这适用于熊猫数据框,并为数据框的每一列创建并返回一个映射。所以你会这样称呼它:

train_data, le_dict = oneHotEncode2(train_data)

Then on the test data, the call is made by passing the dictionary returned back from training:

然后在测试数据上,通过传递训练返回的字典来进行调用:

test_data, _ = oneHotEncode2(test_data, le_dict)

An equivalent method is to use DictVectorizer. A related post on the same is on my blog.
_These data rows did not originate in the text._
import { rmSync } from 'node:fs';
import { report } from './failure.mjs';

/**
 * The order in which everything ends: helpers that are only preparing, then services in the order they were started
 * (the web server before the worker that serves it), then the database, then the lock. Signals start it; it runs once.
 *
 * @param {{ codeAfterSignal?: number }} options the exit code where a signal was the reason
 */
export function shutDownInOrder({ codeAfterSignal = 0 } = {}) {
  const first = [];
  const last = [];
  const helpers = new Set();
  let ending = null;
  let exitCode = 0;
  let closing = null;

  const end = async () => {
    for (const helper of helpers) helper.kill('SIGTERM');
    for (const { name, stop } of [...first, ...last.reverse()]) {
      try {
        await stop();
      } catch (error) {
        exitCode = 1;
        report(new Error(`The ${name} did not stop cleanly.`, { cause: error }));
      }
    }
    if (closing !== null) quietly(() => console.log(closing));
    process.exit(exitCode);
  };
  const now = (code) => {
    if (code !== null && ending === null) exitCode = code;
    ending ??= end();
    return ending;
  };

  for (const signal of ['SIGINT', 'SIGTERM', 'SIGHUP']) {
    process.on(signal, () => {
      if (ending === null) quietly(() => console.log('\nStopping …'));
      void now(codeAfterSignal);
    });
  }
  endWithNpm(() => void now(codeAfterSignal));
  // A closed terminal or pipe must not keep us from stopping what we started.
  for (const stream of [process.stdout, process.stderr]) stream.on('error', () => {});
  process.on('uncaughtException', (error) => {
    report(error);
    void now(1);
  });

  return {
    isEnding: () => ending !== null,
    /** Begins the end; `null` keeps the exit code. Never settles before the process is gone. */
    now,
    first: (name, stop) => first.push({ name, stop }),
    /** What was begun first ends last. */
    last: (name, stop) => last.push({ name, stop }),
    /** A program that prepares something and is ended with us. */
    watchHelper(child) {
      helpers.add(child);
      child.once('close', () => helpers.delete(child));
    },
    /** Printed when all has ended, as the very last line. */
    lastWords(line) {
      closing = line;
    },
    removeFile: (file) => rmSync(file, { force: true }),
  };
}

/** Under npm, a killed npm leaves us without a parent: then we end too, since nobody could stop us any more. */
function endWithNpm(end) {
  if (!process.env.npm_lifecycle_event) return;
  const parent = process.ppid;
  setInterval(() => {
    if (process.ppid !== parent) end();
  }, 1_000).unref();
}

function quietly(act) {
  try {
    act();
  } catch {
    // Nobody is left to read it.
  }
}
I mention it here since it provides some reasoning behind this approach over simply using get_dummies post(disclosure: this is my own blog).

一种等效的方法是使用DictVectorizer. 我的博客上有一篇相关的文章。我在这里提到它是因为它提供了这种方法背后的一些推理,而不是简单地使用 get_dummies帖子(披露:这是我自己的博客)。

回答by Garima Jain

You can pass the data to catboost classifier without encoding. Catboost handles categorical variables itself by performing one-hot and target expanding mean encoding.

您可以将数据传递给 catboost 分类器而无需​​编码。Catboost 通过执行 one-hot 和目标扩展均值编码来处理分类变量本身。